In summary, the induction of the order-disorder transitions in HECs can be achieved through the composition design and environmental condition adjustment, which is crucial for optimizing the performance of HECs in high-temperature, high-strength, and functional applications. Future we should focus on further exploring the mechanisms of these transitions and developing new HEC compositions with characteristics required for specific applications.
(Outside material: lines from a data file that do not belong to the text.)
package gen

import (
	"encoding/binary"
	"hash/fnv"
	"math/rand/v2"
	"testing"

	"pgregory.net/rapid"
)

// Fuzz returns a fuzz target for (*testing.F).Fuzz that runs prop, as rapid.MakeFuzz does, on
// draws as long and varied as under rapid.Check:
//
//	func FuzzMergeRotations(f *testing.F) {
//		f.Fuzz(gen.Fuzz(qcheck.Property(peephole.MergeRotations, gen.Circuit(gen.Options{}))))
//	}
//
// Under rapid.MakeFuzz every draw reads the next 8 bytes of the fuzzer's input, and a draw past
// its end makes rapid skip the input. A circuit costs a few hundred draws, while Go's fuzzer
// starts from short inputs and lengthens them slowly, so the circuits that run are the few that
// stop early: a few ops on average, against about three quarters of MaxOps under rapid.Check.
// Fuzz reads the fuzzer's input first, so its bytes steer the first choices, and continues with
// a stream of fuzzBytes pseudo-random bytes seeded by a hash of the input, so every circuit is
// drawn to its end. The same input gives the same circuit, so a failing input Go saves under
// testdata/fuzz/ replays.
func Fuzz(prop func(*rapid.T)) func(*testing.T, []byte) {
	target := rapid.MakeFuzz(prop)
	return func(t *testing.T, input []byte) {
		t.Helper()
		target(t, extend(input))
	}
}

// fuzzBytes is how many bytes Fuzz appends to the fuzzer's input: 4096 draws, an order of
// magnitude more than a 30-op circuit on 5 qubits takes.
const fuzzBytes = 8 * 4096

// extend returns input, padded with zeros to a whole number of 8-byte words (rapid reads words),
// followed by fuzzBytes bytes of a PCG stream seeded by the FNV-1a hash of input.
func extend(input []byte) []byte {
	n := (len(input) + 7) / 8 * 8
	out := make([]byte, n+fuzzBytes)
	copy(out, input)
	h := fnv.New64a()
	h.Write(input)
	rng := rand.NewPCG(h.Sum64(), sourceStream)
	for i := n; i < len(out); i += 8 {
		binary.LittleEndian.PutUint64(out[i:], rng.Uint64())
	}
	return out
}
2.4. Nonlinear Law in High-Entropy Materials

HEMs exhibit distinct physical and mechanical properties from traditional alloys due to their unique multi-principal element system. This phenomenon, known as the “cocktail effect” [41], originates from the synergistic interactions among elements in the multi-principal element system, causing the physical responses to deviate from linear laws. In conventional single-principal element alloys, the predictable atomic arrangement allows linear superposition principles, such as Vegard’s law [42] or Matthiessen’s rule [43], to effectively estimate material properties. However, in HEMs, the maximization of entropy, combined with the equimolar dissolution of five or more principal elements, induces significant lattice distortion [44] and forms a heterogeneous structure characterized by chemical short-range order (CSRO) and topological disorder [45]. This multi-scale disorder breaks the translational symmetry assumption in conventional solid-state physics [46], resulting in the nonlinear evolution of electronic band structures, phonon spectra, and magnetic-exchange interactions. Specifically, the nonlinear behavior of HEMs can be explained by the following aspects.
Firstly, from the perspective of mechanical properties, the traditional solid-solution strengthening theory (such as the Labusch–Nabarro model [47]) is based on the elastic interaction between a single solute atom and a dislocation, whose strengthening increment has a linear relationship with the solute concentration. However, it fails to describe the CoCrFeMnNi HEA, where an experimentally measured yield strength reaches 1 GPa [48], 200–300% higher than theoretical predictions. This nonlinear enhancement stems from multi-element synergies: dynamic-strain partitioning caused by shear-modulus differences confines dislocation movement to localized modulus fluctuation zones; strong electronic interactions between CSRO-derived nanoclusters and extended dislocation cores exponentially increase pinning-energy barriers; crucially, the high configuration entropy (ΔSconfig ≈ 1.61R, R is the gas constant [6]) thermodynamically stabilizes these metastable disordered structures by reducing the Gibbs free energy (ΔG = ΔH − TΔS).
In addition, electronic transport behaviors similarly defy classical theories. While Nordheim’s law [49] predicts resistivity proportional to solute concentration squared, AlCoCrFeNi HEAs exhibit an electrical resistivity in the range of 160–188 μΩ·cm [50], an order of magnitude higher than conventional alloys. This anomaly originates from the electronic-state reconstruction induced by multi-element disorder [51]: potential field fluctuations from chemical disorder shorten electron mean free paths to atomic spacing scales, satisfying the Ioffe–Regel localization criterion [52].
Furthermore, nonmonotonic–magnetic evolution in the FeCoNi(AlSi)x HEA system further evidences ubiquitous nonlinear responses. As the content of Al and Si increases, the coercivity shows irregular changes, particularly when the coercivity significantly increases at x = 0.3 [53]. This nonlinear behavior is related to chemical disorder and changes in the crystal structure.
The “cocktail effect” in HEMs fundamentally reshapes material behaviors through multi-element synergies. It shows significant nonlinear characteristics and challenges and expands the application scope of classical theories. Therefore, a deep understanding of the essence of the synergistic effect of multiple principal elements in HEMs not only helps reveal the physical mechanism of their nonlinear behaviors but also provides important guidance for designing the next generation of high-performance materials. Data science provides a new approach for quantitatively analyzing such nonlinear characteristics. By building data-driven models, the multi-element interactions and complex microstructural features of HEAs can be taken into account, enabling more accurate prediction of their properties.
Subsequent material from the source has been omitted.